Asphalt cold patch comes in bags and it is the coolest substance in the known Universe.  It's just a mixture of fine gravel and tar, but when you dump it out, it crawls by itself and looks like creeping black, shiny organic matter that exercises sentience and oozes into the needed shape with very little coaxing.  It would have made an excellent villain in a Tom Baker episode of Dr. Who.

It was hard work, and I don't mean the physical labor.  I mean the search inside myself for humility.  I was the weak one today, all the more sensitive to being patronized after this week's news that I'm not getting a field-based promotion.  I felt like a child this morning, playing with plastic rakes and shovels while three kindly dads looked on and let me do enough to gain a sense that I was contributing, lest I feel left out.  They all had to go behind me and re-do my work to make it right, better, done.  It was hard, not letting tears well up.  It was hard, not injuring myself trying to stubbornly match them muscle for muscle to prove I have worth.

And credit is due them, because when I lifted the fifty-pound bags of Dr. Who asphalt patch out of the back of the ATV and carried them, no one tried to take them out of my hands.  No one said, "Here, let me get that," not even when I was struggling and wheezing.  My comparative weakness was an objective thing, but that didn't stop our board president from trying to the very end to teach me the right way to tamp down a road patch.  He finished tamping when I couldn't lift the tool any more, but he didn't give up on me.

So there's something honest about these blisters on my hands and these sore muscles, and in the bond we formed this morning, working together.  They don't know I'm crazy, because being mentally ill doesn't matter when you're working from the heart.  And I might be a weakling, but I was there.  I showed up.


I got tar stains on my white t-shirt.  I went on Amazon to look for some tar stain remover.  They have some.  I have questions.


  1. Yikes - well.... if the FDA don't approve it as a supplement, then just use it for it's actual purpose :)
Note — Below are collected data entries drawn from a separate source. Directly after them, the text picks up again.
package cryst

import "math"

// FilterArea is the filter area for a cake of volume Vc (m³) at cake depth
// L (m), not below the smallest filter Amin (m²):
//
//	A = max(Vc / L, Amin)
//
// A Büchner funnel or Nutsche filter is chosen so that the cake is a few
// centimetres deep (common practice, no source).
func FilterArea(Vc, L, Amin float64) float64 { return math.Max(Vc/L, Amin) }

// FiltrationTime is the time to pass a volume V (m³) of filtrate and wash
// through a filter of area A (m²) at a flux J (m³ per m² per s), s:
//
//	t = V / (J · A)
//
// J is a bulk figure for a crystalline cake under vacuum (coefficient
// crystallization.filtration_flux); cake resistance that rises with depth
// is folded into it because the cake depth is held constant.
func FiltrationTime(V, J, A float64) float64 { return V / (J * A) }
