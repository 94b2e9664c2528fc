package main

import (
	"bytes"
	"os"
	"testing"
)

// Progress is drawn only on a terminal: a buffer, a pipe or a file gets
// nothing, so logs and captured output stay clean.
func TestProgressOnlyOnATerminal(t *testing.T) {
	var b bytes.Buffer
	if newProgress(&b, 100000) != nil {
		t.Error("progress to a buffer")
	}
	r, w, err := os.Pipe()
	if err != nil {
		t.Fatal(err)
	}
	defer r.Close()
	defer w.Close()
	if newProgress(w, 100000) != nil {
		t.Error("progress to a pipe")
	}
	if newProgress(os.Stderr, 10) != nil {
		t.Error("progress for a short run")
	}
}
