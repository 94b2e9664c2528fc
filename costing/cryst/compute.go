package cryst

import (
	"math"

	"sepcost/costing/scenario"
	"sepcost/costing/usage"
)

// outcome is what the physics of one run found, in SI; report turns it
// into figures, demands, waste and notes.
type outcome struct {
	crudeKg, productIn float64
	sHot, sCold        float64 // product solubility, kg/m³ of solvent
	impHot, impCold    float64 // impurity solubility (0 when by purge factor)
	hSol               float64 // enthalpy of solution used, J/mol (0: left out)
	feed               Feed
	purify             Outcome
	noVessels          bool

	// Only when the target is reached and a vessel found:
	plans       []batchPlan // per pass
	batches     int         // over all passes
	product     Feed        // isolated product (with a second crop when taken)
	crop        cropResult
	used        scenario.Volumes
	mlVol       float64 // mother liquor volume, m³
	washVol     float64 // wash liquid, m³
	ml, wash    Feed    // dissolved in mother liquors and washings
	dryVol      float64 // liquid evaporated from the final cake, m³
	heatIn      float64 // J
	heatOut     float64 // J
	chillHeat   float64 // J removed below room temperature
	dryHeat     float64 // J to evaporate the cake's liquid
	evapHeat    float64 // J to evaporate the second crop's liquor
	electric    float64 // J of electricity
	heatS       float64 // heating, all batches, s
	coolS       float64 // cooling, all batches, s
	filtS       float64 // filtration and washing, all batches, s
	dry         dryResult
	acts        map[string]*usage.Activity
	lastBatches float64
}

// cropResult is the second crop, when one is described.
type cropResult struct {
	described bool
	crop      Feed    // recovered (zero when none)
	blend     Feed    // first product plus crop
	evap      float64 // liquor evaporated, m³
	taken     bool
}

// dryResult is the drying of the final cake, per batch.
type dryResult struct {
	area, time, liquidKg, solidKg float64
}

// batchPlan is the equipment and the heating and cooling of one pass,
// set from the pass's feed.
type batchPlan struct {
	liquid      float64 // solvent and crystals of the pass, m³
	vessel      Vessel
	n           float64 // batches
	C           float64 // heat capacity of the pass, J/K
	qDiss       float64 // heat of dissolution of the pass, J
	qCryst      float64 // heat of crystallization of the pass, J
	area        float64 // wetted area of one batch, m²
	ua          float64 // U·A of one batch, W/K
	tHeat       float64 // heating time of one batch, s
	tCool       float64 // cooling time of one batch, s
	tCoolJacket float64 // jacket-limited cooling time of one batch, s
	rate        float64 // cooling rate, K/s
	inclusion   float64 // occluded liquor per mass of crystals
	crew        float64 // people attending a hands-on step
}

// compute runs the physics of one batch mass.
func (m *Model) compute(crudeKg float64) outcome {
	cr, p := m.cr, m.p
	o := outcome{crudeKg: crudeKg, productIn: crudeKg * m.sc.Purity}
	TH, TC := cr.DissolveK, cr.IsolateK
	o.sHot, o.sCold = cr.Product.Curve.At(TH), cr.Product.Curve.At(TC)
	if !cr.ImpurityByPurge {
		o.impHot, o.impCold = cr.Impurity.Curve.At(TH), cr.Impurity.Curve.At(TC)
	}
	if h := cr.Product.Curve.Enthalpy(); cr.Product.MolarMass > 0 && h > 0 {
		o.hSol = h
	}
	other := math.Max(0, crudeKg*(1-m.sc.Purity-cr.ImpurityFraction))
	o.feed = Feed{Product: o.productIn, Impurity: crudeKg * cr.ImpurityFraction, Other: other}
	base := m.basePass(o)
	o.purify = PurifyWith(func(in Feed) Pass {
		ps := base
		ps.Inclusion = m.plan(in, o).inclusion
		return ps
	}, o.feed, cr.TargetPurity, p.maxPasses)
	if o.purify.Stop != Reached {
		return o
	}
	if len(p.flasks)+len(p.reactors) == 0 {
		o.noVessels = true
		return o
	}
	m.passes(&o)
	m.secondCrop(&o)
	m.finish(&o)
	return o
}

// basePass is the pass conditions that do not depend on the feed.
func (m *Model) basePass(o outcome) Pass {
	cr, p := m.cr, m.p
	ps := Pass{
		SHot: o.sHot, SCold: o.sCold, Excess: p.excess,
		ByPurge: cr.ImpurityByPurge, Purge: cr.PurgeFactor, ImpHot: o.impHot, ImpCold: o.impCold,
		LiquidDensity: cr.LiquidDensity, CrystalDensity: p.crystalDensity,
		Porosity: p.porosity, Saturation: p.saturation, Distribution: p.distribution,
		WashCakeVolumes: p.washCakeVolumes, WashSaturation: p.washSaturation,
	}
	if cr.WashCakeVolumes != nil {
		ps.WashCakeVolumes = *cr.WashCakeVolumes
	}
	if cr.WashFraction != nil {
		ps.WashFraction = *cr.WashFraction
		if ps.WashFraction == 0 {
			ps.WashCakeVolumes = 0
		}
	}
	if cr.WashLoss != nil {
		ps.WashLoss, ps.WashLossGiven = *cr.WashLoss, true
	}
	return ps
}

// plan sizes the vessel of a pass charged with in and times its heating
// and cooling: jacket-limited heating and cooling of a batch of 1/n of the
// pass, the cooling no faster than the controlled ramp; the occluded
// liquor follows the cooling rate (InclusionAt).
func (m *Model) plan(in Feed, o outcome) batchPlan {
	cr, p := m.cr, m.p
	TH, TC, Troom := cr.DissolveK, cr.IsolateK, p.roomT
	V := in.Product / o.sHot * (1 + p.excess)
	var b batchPlan
	b.liquid = V + in.Total()/p.crystalDensity
	b.vessel = ChooseVessel(b.liquid, p.flasks, p.reactors, p.flaskFill, p.reactorFill)
	b.n = math.Max(1, float64(b.vessel.Batches))
	b.crew = 1
	if b.vessel.Reactor {
		b.crew = p.crew
	}
	b.C = m.liq.heatCapacity(V) + in.Total()*p.solidCp
	if o.hSol > 0 {
		b.qDiss = o.hSol * in.Product / cr.Product.MolarMass
		b.qCryst = o.hSol * math.Max(0, in.Product-V*o.sCold) / cr.Product.MolarMass
	}
	U, a := p.uFlask, p.areaFlask
	if b.vessel.Reactor {
		U, a = p.uReactor, p.areaReactor
	}
	b.area = WettedArea(a, b.liquid/b.n)
	b.ua = U * b.area
	if up := TH - Troom; up > 0 {
		b.tHeat = JacketTime(EffectiveHeatCapacity(b.C/b.n, b.qDiss/b.n, up), U, b.area, Troom, TH, TH+p.heatApproach)
	}
	b.tCoolJacket = JacketTime(EffectiveHeatCapacity(b.C/b.n, b.qCryst/b.n, TH-TC), U, b.area, TH, TC, TC-p.coolApproach)
	b.tCool = math.Max(b.tCoolJacket, (TH-TC)/p.maxCoolingRate)
	b.rate = (TH - TC) / b.tCool
	b.inclusion = InclusionAt(p.inclusion, b.rate, p.inclusionRate)
	return b
}

// passes accounts pass by pass for the solvent bought, the liquors, the
// heat and the hands-on steps up to the wet cake.
func (m *Model) passes(o *outcome) {
	cr, p := m.cr, m.p
	TH, TC, Troom := cr.DissolveK, cr.IsolateK, p.roomT
	o.used = scenario.Volumes{}
	o.acts = map[string]*usage.Activity{}
	carried := 0.0
	for _, r := range o.purify.Passes {
		b := m.plan(r.In, *o)
		o.plans = append(o.plans, b)
		n := b.n
		o.batches += b.vessel.Batches
		o.lastBatches = n
		// Solvent bought: the charge plus the wash, less what the wet cake
		// of the previous pass brings along.
		o.used.Add(cr.Mix, math.Max(0, r.Solvent-carried)+r.Wash)
		carried = r.Retained
		o.mlVol += r.LiquorVolume
		o.washVol += r.Wash
		o.ml = addFeed(o.ml, r.Liquor)
		o.wash = addFeed(o.wash, r.Washings)

		up := math.Max(0, TH-Troom)
		o.heatIn += b.C*up + b.qDiss
		qOut := b.C*(TH-TC) + b.qCryst
		o.heatOut += qOut
		if TC < Troom {
			o.chillHeat += qOut * (math.Min(Troom, TH) - TC) / (TH - TC)
		}
		tFilt := m.filtration(r, b)
		o.heatS += n * b.tHeat
		o.coolS += n * b.tCool
		o.filtS += n * tFilt

		charge := p.setupTime + TransferTime(r.Solvent/n, p.transferRate)
		if b.vessel.Reactor {
			charge += r.In.Total() / n / p.solidChargeRate
		}
		o.act(ActCharge, n*charge, n*charge*b.crew)
		o.act(ActHeat, n*(b.tHeat+p.hotHold), n*(b.tHeat+p.hotHold)*p.heatAttended*b.crew)
		o.act(ActCool, n*(b.tCool+p.aging), n*(b.tCool+p.aging)*p.coolAttended*b.crew)
		o.act(ActFilter, n*tFilt, n*tFilt*p.filterAttended*b.crew)
		o.act(ActCheck, p.checkTime, p.checkTime)
		clean := CleaningTime(p.cleanTime, p.cleanPerArea, WettedArea(m.areaFactor(b), b.vessel.Volume))
		o.act(ActClean, n*clean, n*clean*p.cleanAttended*b.crew)
	}
	last := o.purify.Passes[len(o.purify.Passes)-1]
	o.product = last.Out
}

// areaFactor is the wetted-area factor of the pass's vessel.
func (m *Model) areaFactor(b batchPlan) float64 {
	if b.vessel.Reactor {
		return m.p.areaReactor
	}
	return m.p.areaFlask
}

// filterOf is the filter that takes one batch of a pass: its area (m²),
// the pressure difference (Pa) and the dry cake per volume of filtrate
// (kg/m³). A funnel under vacuum at flask scale, sized to the cake; the
// reactor's pressure filter, sized to the reactor, at reactor scale.
func (m *Model) filterOf(r PassResult, b batchPlan) (A, dp, c float64) {
	p := m.p
	cake := r.CakeVolume / b.n
	A, dp = FilterArea(cake, p.cakeDepth, p.minFilterArea), p.vacuumDrop
	if b.vessel.Reactor {
		A, dp = PlantFilterArea(p.filterAreaFactor, b.vessel.Volume), p.pressureDrop
	}
	if r.LiquorVolume > 0 {
		c = cake * (1 - p.porosity) * p.crystalDensity / (r.LiquorVolume / b.n)
	}
	return A, dp, c
}

// filtration is the time to transfer, filter and wash one batch of a
// pass, s: setting up, moving the slurry and the wash at the transfer
// rate, the cake built at constant pressure and the wash through it.
func (m *Model) filtration(r PassResult, b batchPlan) float64 {
	p := m.p
	A, dp, c := m.filterOf(r, b)
	vf, w := r.LiquorVolume/b.n, r.Wash/b.n
	return p.filterSetup + TransferTime(b.liquid/b.n+w, p.transferRate) +
		CakeFiltrationTime(vf, A, dp, p.viscosity, p.cakeResistance, c, p.mediumResistance) +
		CakeWashTime(w, vf, A, dp, p.viscosity, p.cakeResistance, c, p.mediumResistance)
}

// secondCrop takes a second crop from the last mother liquor when the
// scenario describes one and the combined product still meets the target.
func (m *Model) secondCrop(o *outcome) {
	cr := m.cr
	sc2 := cr.SecondCrop
	if sc2 == nil {
		return
	}
	last := o.purify.Passes[len(o.purify.Passes)-1]
	k := &o.crop
	k.described = true
	k.crop, k.evap = SecondCrop(last.LiquorVolume, last.Liquor, o.sCold, sc2.ConcentrateTo, sc2.Purity)
	k.blend = addFeed(o.product, k.crop)
	if k.crop.Product <= 0 || k.blend.Purity() < cr.TargetPurity {
		return
	}
	k.taken = true
	o.product = k.blend
	o.ml = subFeed(o.ml, k.crop)
	o.mlVol -= k.evap
	// Boiled off in the vessel at the jacket's heat-transfer rate.
	b := o.plans[len(o.plans)-1]
	qb := m.liq.evaporationHeat(k.evap/o.lastBatches, math.Max(0, cr.BoilingK-cr.IsolateK))
	t := o.lastBatches * qb / (b.ua * m.p.heatApproach)
	o.act(ActCropEvap, t, t*m.p.evapAttended*b.crew)
	tc := o.lastBatches * m.p.cropTime
	o.act(ActCrop, tc, tc*m.p.cropAttended*b.crew)
}

// finish dries the final cake to the loss-on-drying target, discharges
// the product and adds up the energy.
func (m *Model) finish(o *outcome) {
	cr, p := m.cr, m.p
	last := o.purify.Passes[len(o.purify.Passes)-1]
	b := o.plans[len(o.plans)-1]
	n := b.n
	o.dryVol = last.Retained
	d := &o.dry
	d.liquidKg = last.Retained * cr.LiquidDensity / n
	d.solidKg = last.Out.Total() / n
	d.area = last.CakeVolume / n / p.trayDepth
	if b.vessel.Reactor {
		d.area, _, _ = m.filterOf(last, b)
	}
	d.time = DryingTime(d.liquidKg, d.solidKg, p.lodTarget, p.dryingFlux, d.area)
	o.act(ActDry, n*(p.drySetup+d.time), n*(p.drySetup+d.time*p.dryAttended)*b.crew)
	dis := p.setupTime + o.product.Total()/n/p.dischargeRate
	o.act(ActDischarge, n*dis, n*dis*b.crew)
	o.dryHeat = m.liq.evaporationHeat(o.dryVol, p.dryWarmup)
	o.evapHeat = m.liq.evaporationHeat(o.crop.evap*b2f(o.crop.taken), math.Max(0, cr.BoilingK-cr.IsolateK))
	// Heaters at their efficiency; heat removed above room temperature
	// goes to cooling water, below it to a chiller at its COP; evaporation
	// (drying, second crop) pays heater and condenser.
	ev := o.dryHeat + o.evapHeat
	o.electric = o.heatIn/p.heaterEff + o.chillHeat/p.chillerCOP + ev/p.heaterEff + ev/p.chillerCOP
}

// act adds elapsed and attended seconds to an activity.
func (o *outcome) act(name string, elapsed, attended float64) {
	a := o.acts[name]
	if a == nil {
		a = &usage.Activity{Name: name}
		o.acts[name] = a
	}
	a.Elapsed += elapsed
	a.Attended += attended
}
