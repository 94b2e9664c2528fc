package main

import (
	"bytes"
	"context"
	"encoding/json"
	"errors"
	"os"
	"path/filepath"
	"strings"
	"testing"
)

func runCLI(t *testing.T, args ...string) (string, string, error) {
	t.Helper()
	var out, errOut bytes.Buffer
	err := run(context.Background(), args, &out, &errOut)
	return out.String(), errOut.String(), err
}

// Every command answers --help with its usage and exit code 0.
func TestHelpEveryCommand(t *testing.T) {
	t.Parallel()
	root := newRootCommand()
	names := []string{""}
	for _, c := range root.Commands() {
		names = append(names, c.Name())
	}
	for _, n := range names {
		args := []string{"--help"}
		if n != "" {
			args = []string{n, "--help"}
		}
		out, _, err := runCLI(t, args...)
		if err != nil || !strings.Contains(out, "Usage:") {
			t.Errorf("%s --help: err %v, output %q", n, err, out)
		}
	}
}

// Exit codes: 0 ok, 1 failure, 2 a mistake in the command line (the
// usual convention of command-line tools, e.g. GNU grep's manual, "Exit
// Status" — common practice).
func TestUsageErrorsExit2(t *testing.T) {
	t.Parallel()
	for _, args := range [][]string{
		{"estimate"},
		{"nosuchcommand"},
		{"estimate", "x.yaml", "--mass", "20"},
		{"estimate", "x.yaml", "--format", "pdf"},
		{"demo", "--bogus"},
		{"demo", "extra"},
		{"solvents", "extra"},
		{"init", "a", "b"},
	} {
		_, _, err := runCLI(t, args...)
		if exitCode(err) != 2 {
			t.Errorf("%v: exit %d (%v), want 2", args, exitCode(err), err)
		}
	}
}

// init writes both files, estimate reads them; outputs are never
// overwritten without --force, and a refused file is left untouched.
func TestInitEstimateAndOverwrite(t *testing.T) {
	t.Parallel()
	dir := t.TempDir()
	out, _, err := runCLI(t, "init", filepath.Join(dir, "case"))
	if err != nil {
		t.Fatal(err)
	}
	if !strings.Contains(out, "scenario.yaml") {
		t.Errorf("init output %q", out)
	}
	if _, _, err := runCLI(t, "init", filepath.Join(dir, "case")); !errors.Is(err, ErrExists) {
		t.Errorf("second init: %v, want refusal", err)
	}
	sc := filepath.Join(dir, "case", "scenario.yaml")
	pr := filepath.Join(dir, "case", "prices.csv")

	out, _, err = runCLI(t, "estimate", sc, "--prices", pr, "--mass", "0.25g,20g,2kg", "--format", "json")
	if err != nil {
		t.Fatal(err)
	}
	var doc struct {
		Currency string
		Batches  []struct {
			CrudeKg float64 `json:"crude_kg"`
			Methods []struct {
				Method string
				Total  string
			}
		}
	}
	if err := json.Unmarshal([]byte(out), &doc); err != nil {
		t.Fatalf("json: %v\n%s", err, out)
	}
	if doc.Currency != "EUR" || len(doc.Batches) != 3 || doc.Batches[2].CrudeKg != 2 || doc.Batches[0].Methods[0].Method != "chromatography" {
		t.Errorf("json = %+v", doc)
	}

	target := filepath.Join(dir, "plan.json")
	if err := os.WriteFile(target, []byte("keep me"), 0o644); err != nil {
		t.Fatal(err)
	}
	_, _, err = runCLI(t, "estimate", sc, "--prices", pr, "-o", target)
	if !errors.Is(err, ErrExists) || exitCode(err) != 1 {
		t.Errorf("existing output: %v", err)
	}
	if b, _ := os.ReadFile(target); string(b) != "keep me" {
		t.Errorf("refused output was changed: %q", b)
	}
	if _, _, err := runCLI(t, "estimate", sc, "--prices", pr, "-o", target, "--force"); err != nil {
		t.Fatal(err)
	}
	if b, _ := os.ReadFile(target); !bytes.HasPrefix(b, []byte("{")) {
		t.Errorf("--force did not replace the file")
	}
	// No temporary files left behind.
	entries, _ := os.ReadDir(dir)
	for _, e := range entries {
		if strings.HasSuffix(e.Name(), ".tmp") {
			t.Errorf("left %s", e.Name())
		}
	}

	csvOut, _, err := runCLI(t, "estimate", sc, "--prices", pr, "--format", "csv")
	if err != nil || !strings.HasPrefix(csvOut, "crude_kg,method,group,item") {
		t.Errorf("csv: %v %q", err, csvOut[:min(80, len(csvOut))])
	}
	text, _, err := runCLI(t, "estimate", sc, "--prices", pr)
	if err != nil || !strings.Contains(text, "TOTAL") || !strings.Contains(text, "Cautions") {
		t.Errorf("text: %v", err)
	}
}

func TestCheck(t *testing.T) {
	t.Parallel()
	dir := t.TempDir()
	if _, _, err := runCLI(t, "init", dir); err != nil {
		t.Fatal(err)
	}
	sc := filepath.Join(dir, "scenario.yaml")
	pr := filepath.Join(dir, "prices.csv")
	out, _, err := runCLI(t, "check", sc, "--prices", pr)
	if err != nil || !strings.Contains(out, "reads cleanly") {
		t.Fatalf("check good: %v\n%s", err, out)
	}
	// The starter scenario describes chromatography and crystallization,
	// not distillation: said once, not at every mass.
	if !strings.Contains(out, "methods described: chromatography, crystallization; not described: distillation") || strings.Contains(out, "not assessed") {
		t.Errorf("check names the described methods once:\n%s", out)
	}

	// Break both files: several problems, all listed, exit 1.
	y, _ := os.ReadFile(sc)
	y = bytes.Replace(y, []byte("product_rf: 0.30"), []byte("product_rf: 1.30"), 1)
	y = bytes.Replace(y, []byte(`masses: ["250 mg"`), []byte(`masses: [250`), 1)
	os.WriteFile(sc, y, 0o644)
	p, _ := os.ReadFile(pr)
	p = bytes.Replace(p, []byte("tlc plate,each,1.50,EUR"), []byte("tlc plate,each,1.50,USD"), 1)
	os.WriteFile(pr, p, 0o644)
	out, _, err = runCLI(t, "check", sc, "--prices", pr)
	if exitCode(err) != 1 {
		t.Fatalf("check bad: exit %d", exitCode(err))
	}
	for _, w := range []string{"chromatography.product_rf", "masses[0]", "has no unit", "currency", "USD"} {
		if !strings.Contains(out, w) {
			t.Errorf("check output lacks %q:\n%s", w, out)
		}
	}
}

// Missing prices are listed together, each with a line to add.
func TestMissingPrices(t *testing.T) {
	t.Parallel()
	dir := t.TempDir()
	if _, _, err := runCLI(t, "init", dir); err != nil {
		t.Fatal(err)
	}
	pr := filepath.Join(dir, "prices.csv")
	p, _ := os.ReadFile(pr)
	var keep []string
	for _, line := range strings.Split(string(p), "\n") {
		if strings.HasPrefix(line, "silica gel,") || strings.HasPrefix(line, "chemist time,") {
			continue
		}
		keep = append(keep, line)
	}
	os.WriteFile(pr, []byte(strings.Join(keep, "\n")), 0o644)
	_, _, err := runCLI(t, "estimate", filepath.Join(dir, "scenario.yaml"), "--prices", pr)
	if err == nil || !strings.Contains(err.Error(), "silica gel") || !strings.Contains(err.Error(), "chemist time") {
		t.Errorf("missing prices error: %v", err)
	}
}

func TestMissingFiles(t *testing.T) {
	t.Parallel()
	_, _, err := runCLI(t, "estimate", "no/such/scenario.yaml", "--prices", "x.csv")
	if err == nil || !strings.Contains(err.Error(), "no/such/scenario.yaml") {
		t.Errorf("missing scenario: %v", err)
	}
}

func TestSolventsCommand(t *testing.T) {
	t.Parallel()
	out, _, err := runCLI(t, "solvents")
	if err != nil {
		t.Fatal(err)
	}
	for _, w := range []string{"ethyl acetate", "dichloromethane", "Sources", "from memory"} {
		if !strings.Contains(out, w) {
			t.Errorf("solvents output lacks %q", w)
		}
	}
}

// --format and the -o extension agree: a contradiction is a usage error,
// and the demo's default file name takes the format's extension, so JSON
// never lands in an .xlsx name.
func TestFormatAndExtensionAgree(t *testing.T) {
	for _, args := range [][]string{
		{"demo", "--format", "json", "-o", "x.xlsx"},
		{"estimate", "x.yaml", "--format", "xlsx", "-o", "x.json"},
		{"estimate", "x.yaml", "--format", "text", "-o", "x.csv"},
	} {
		if _, _, err := runCLI(t, args...); exitCode(err) != 2 || !strings.Contains(err.Error(), "agree") {
			t.Errorf("%v: exit %d (%v), want 2 naming the disagreement", args, exitCode(err), err)
		}
	}
	dir := t.TempDir()
	wd, _ := os.Getwd()
	if err := os.Chdir(dir); err != nil {
		t.Fatal(err)
	}
	defer os.Chdir(wd)
	if _, _, err := runCLI(t, "demo", "--format", "json"); err != nil {
		t.Fatal(err)
	}
	b, err := os.ReadFile(filepath.Join(dir, "sepcost-demo.json"))
	if err != nil || !json.Valid(b) {
		t.Fatalf("demo --format json: sepcost-demo.json %v (valid JSON: %v)", err, json.Valid(b))
	}
	if _, err := os.Stat(filepath.Join(dir, "sepcost-demo.xlsx")); err == nil {
		t.Error("demo --format json wrote sepcost-demo.xlsx")
	}
	out, _, err := runCLI(t, "demo", "--format", "text")
	if err != nil || !strings.Contains(out, "Recommendation at") {
		t.Errorf("demo --format text: %v; output starts %.80q", err, out)
	}
	if _, err := os.Stat(filepath.Join(dir, "sepcost-demo.xlsx")); err == nil {
		t.Error("demo --format text wrote sepcost-demo.xlsx")
	}
}

// --prices-sheet names a sheet of an .xlsx price table; given with a CSV
// table it is a usage error rather than silently ignored.
func TestPricesSheetNeedsWorkbook(t *testing.T) {
	t.Parallel()
	dir := t.TempDir()
	if _, _, err := runCLI(t, "init", filepath.Join(dir, "case")); err != nil {
		t.Fatal(err)
	}
	sc := filepath.Join(dir, "case", "scenario.yaml")
	_, _, err := runCLI(t, "check", sc, "--prices-sheet", "Prices")
	if exitCode(err) != 2 || !strings.Contains(err.Error(), ".xlsx") {
		t.Errorf("exit %d (%v), want 2 saying the sheet needs an .xlsx table", exitCode(err), err)
	}
}
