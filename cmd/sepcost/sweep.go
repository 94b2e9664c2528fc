package main

import (
	"context"
	"fmt"
	"io"

	"github.com/spf13/cobra"

	"sepcost/costing/quote"
	"sepcost/costing/scenario"
	"sepcost/costing/units"
	"sepcost/scale"
)

type sweepOptions struct {
	scenario  string
	prices    string
	sheet     string
	from, to  string
	toGiven   bool // --to was given on the command line
	points    int
	target    string
	out       string
	format    string
	force     bool
	draws     int
	seed      uint64
	equipment string
}

func newSweepCommand() *cobra.Command {
	opts := &sweepOptions{}
	cmd := &cobra.Command{
		Use:   "sweep SCENARIO",
		Short: "The scale-up curve: every method across batch masses, crossovers and the decision",
		Long: `Runs every method the scenario describes at log-spaced batch masses, finds the
masses where the cheapest method per gram of purified product changes (by
bisection on the models), and decides at the target mass: the method, the
margin, the largest cost drivers and the prices that would flip it. The
target is --target; without it --to when given, else the scenario's
target_mass (else its largest mass).`,
		Example: `  sepcost sweep scenario.yaml --prices prices.csv --from 100mg --to 10kg --points 40 -o sweep.xlsx
  sepcost sweep scenario.yaml --format csv > curve.csv`,
		Args: oneFile("scenario file", "mycase/scenario.yaml --prices mycase/prices.csv"),
		RunE: func(cmd *cobra.Command, args []string) error {
			opts.scenario = args[0]
			opts.toGiven = cmd.Flags().Changed("to")
			return runSweep(cmd.Context(), opts, cmd.OutOrStdout(), cmd.ErrOrStderr())
		},
	}
	f := cmd.Flags()
	f.StringVar(&opts.prices, "prices", "", "price table, CSV or .xlsx (default: prices.csv beside the scenario)")
	addPricesSheetFlag(cmd, &opts.sheet)
	f.StringVar(&opts.equipment, "equipment", "", "site equipment table CSV (default: equipment.csv beside the scenario if there is one, else the built-in table)")
	f.StringVar(&opts.from, "from", "100mg", "smallest crude batch mass, with its unit")
	f.StringVar(&opts.to, "to", "10kg", "largest crude batch mass, with its unit")
	f.IntVar(&opts.points, "points", 30, "number of log-spaced masses (2 to 10000)")
	addTargetFlag(cmd, &opts.target)
	addOutputFlags(cmd, &opts.out, &opts.format, &opts.force)
	addDrawFlags(cmd, &opts.draws, &opts.seed)
	return cmd
}

func runSweep(_ context.Context, opts *sweepOptions, stdout, stderr io.Writer) error {
	format, err := formatFor(opts.format, opts.out)
	if err != nil {
		return err
	}
	from, err := units.ParseAs(opts.from, units.Mass)
	if err != nil {
		return usageError{fmt.Errorf("--from %s: %v", quote.Excerpt(opts.from), err)}
	}
	to, err := units.ParseAs(opts.to, units.Mass)
	if err != nil {
		return usageError{fmt.Errorf("--to %s: %v", quote.Excerpt(opts.to), err)}
	}
	for _, f := range []struct {
		flag, text string
		kg         float64
	}{{"--from", opts.from, from}, {"--to", opts.to, to}} {
		if err := scenario.CheckBatchMass(f.kg); err != nil {
			return usageError{fmt.Errorf("%s %s: %v", f.flag, quote.Excerpt(f.text), err)}
		}
	}
	if opts.draws < 0 || opts.draws > maxDraws {
		return usageError{fmt.Errorf("--draws %d: write 0 to skip, or up to %d", opts.draws, maxDraws)}
	}
	masses, err := scale.LogSpace(from, to, opts.points)
	if err != nil {
		return usageError{err}
	}
	largest := 0.0
	if opts.toGiven {
		largest = to
	}
	target, why, err := targetMass(opts.target, largest, "--to")
	if err != nil {
		return err
	}
	plan, t, err := loadPlan(opts.scenario, opts.prices, opts.sheet, opts.equipment)
	if err != nil {
		return err
	}
	defer boundMemory(len(masses))()
	r, err := scale.SweepWith(plan, t, masses, scale.Options{Draws: opts.draws, Seed: opts.seed, Progress: newProgress(stderr, opts.draws), TargetKg: target, TargetWhy: why})
	if err != nil {
		return err
	}
	return deliver(r, format, opts.out, opts.force, stdout, stderr)
}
    My thinking is how much did the T-shirt cost? Does the non-ingestible Tar Remover cost more than the T-Shirt? Should the T-shirt now be framed, with it's tar stains, as proof that Lille did that road maintenance?

    Amazon may now be putting that disclaimer on everything, (nope, I didn't check) in the same way pharmacists put "may make you sleepy. If this happens, do not drive or use tools or machines" on everything including Calpol - which is for children, who shouldn't drive in the first place.

    Other than that - fair fucks to you for getting out there and doing ….doesn't matter that you don't have the experience - (learning to tamp correctly takes ages), you overcame yourself and got out and did. *Wipes tear of pride from eye*.

    As an aside - people who chuck out the entire contents of their ash trays suck wide.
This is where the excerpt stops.